Деревянные птицы не спят

Ночь в Иркутске пахнет дымом и холодом. Не морозным — мартовский холод другой, сырой, залезает под куртку не сразу, а исподтишка. Ангара внизу — широкая, темная, живая даже в час ночи.

Женя не спала.

Телефон перевернут экраном вниз, свет в комнате — только от фонаря за окном. Тот самый фонарь, на углу Грязнова и Бабушкина, который мигает раз в полминуты. Его обещали починить еще в ноябре. Не починили. Женя давно привыкла — мигание вошло в ритм дома, стало частью ночи, как скрип половиц и шум воды в трубах.

Квартира на втором этаже деревянного дома. Сто тридцать лет постройки — или сто пятьдесят, никто уже не помнит точно. Наличники резные, в три яруса: нижний — ромбы и завитки, средний — цветы, верхний — птицы. Шесть птиц на каждое окно. Голубая краска облупилась, стала серо-сиреневой, как мартовский вечер перед снегом.

Стук.

Тихий. Деревянный. Не изнутри дома — снаружи. У самого оконного стекла.

Женя лежала и считала удары. Раз-два-три... пауза... раз-два-три. Ритмично, вежливо, как стучат, когда не хотят напугать, но очень надо что-то сказать.

Она встала. Пол ледяной — тапочки опять куда-то делись; впрочем, в этом доме вещи всегда немного живут своей жизнью, и Женя перестала удивляться. Подошла к окну.

Улица пустая. Наискосок — дом Шастиных, «кружевной», весь в деревянных кружевах, туристы его днем фотографируют; ночью он просто стоит — темный, красивый, чужой. Снег уже не белый, а такой... усталый. Ноздреватый, осевший, с корочкой, которая хрустит, если наступить.

Стук. Прямо у виска.

На наличнике — Женя сначала не поняла. Потом поняла.
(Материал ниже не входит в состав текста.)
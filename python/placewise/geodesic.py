"""Longitude/latitude points solved on the WGS84 ellipsoid.

Points are ``(n, 2)`` arrays of ``[longitude, latitude]`` in degrees (x = longitude, as GIS
frames store them; longitudes within ±540, latitudes within ±90). Every distance, cost,
radius, length and area is measured along geodesics of the WGS84 ellipsoid (Karney 2013,
"Algorithms for geodesics", J. Geodesy 87), in metres and square metres, at any extent:
across the antimeridian, near and around the poles.

- :func:`distance`, :func:`path_length`, :func:`ring_area`: geodesic distances, polyline
  lengths and polygon areas.
- :func:`weber_point`: the weighted Fermat–Weber point (Weiszfeld's iteration in the tangent
  plane of each iterate; Fletcher, Venkatasubramanian & Joshi 2009).
- :func:`minimax_point`, :func:`enclosing_circle`: the weighted minimax point and the
  smallest geodesic circle (the planar kernel in a frame recentred at each iterate).
- :func:`nearest_site`: every point's geodesically nearest site.
- :func:`delaunay`, :func:`voronoi_cells`, :func:`spanning_tree`: the spherical Delaunay
  triangulation, Voronoi cells covering the globe and great-circle minimum spanning tree,
  from the 3-D convex hull of the points' unit vectors, with WGS84 geodesic lengths and
  areas (the model is stated in each result's ``model``).

Results follow the table contract of the planar functions, with ``unit="m"``; the columns
``x`` and ``y`` hold longitude and latitude. Results are planning aids under the stated model
(geodesic distance on the ellipsoid and the given weights); check them against local
regulations and licensed professional judgement.

Certificates: a Fermat–Weber ``gap`` is proven when the points lie within
``CONVEX_CAP_DEGREES`` (44°) of their mean direction, where the objective is convex; farther
out ``gap`` is infinite and ``converged`` false (the location is a stationary point). Points
reaching 90° or more from their mean direction (more than a hemisphere) are refused with a
``DegenerateInputError``: the objective has several local optima there. A minimax ``gap``
is always finite: the pair bound ``s(a, b) · w_a w_b / (w_a + w_b)`` holds on any metric
space, and inside the convex cap a first-order bound is added.
"""

from __future__ import annotations

import dataclasses
from collections.abc import Callable
from typing import Any, ClassVar, Literal, overload

import numpy as np
from numpy.typing import ArrayLike

from . import _core
from ._errors import check_errors
from ._results import Grouped, Result, as_points
from ._sphere import (
    SPHERE_MODEL,
    SphereCells,
    SphereMesh,
    SphereTree,
    delaunay,
    lonlat_polygon,
    spanning_tree,
    voronoi_cells,
)
from .enclose import _GroupedWithSupport, _one, _xy
from .median import WeberPoint, WeberPoints
from .partition import Allocation, Allocations

__all__ = [
    "CONVEX_CAP_DEGREES",
    "GeodesicCenter",
    "GeodesicCenters",
    "GeodesicCircle",
    "GeodesicCircles",
    "SPHERE_MODEL",
    "SphereCells",
    "SphereMesh",
    "SphereTree",
    "circle_polygon",
    "delaunay",
    "distance",
    "enclosing_circle",
    "lonlat_polygon",
    "minimax_point",
    "nearest_site",
    "path_length",
    "ring_area",
    "spanning_tree",
    "voronoi_cells",
    "weber_point",
]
Птица. Резная, деревянная, крайняя справа. Та самая, у которой мастер чуть криво вырезал хвост — он загибался влево, а у остальных пяти — вправо. Бабушка говорила: «Мастер устал к вечеру, вот и ошибся». Женя в детстве дала ей имя — Кривохвостка.

Кривохвостка двигалась.

Повернула голову — медленно, со скрипом, как дверца старого буфета. Круглый вырезанный глаз — серо-голубой, выцветший — вдруг стал живым. Блеснул.

Женя не закричала. Она стояла и смотрела. Потом она будет думать — почему не испугалась? И не найдет ответа. Просто — не испугалась, и все. Бывает так; ночью некоторые вещи кажутся нормальными, а утром ты вспоминаешь и не веришь себе.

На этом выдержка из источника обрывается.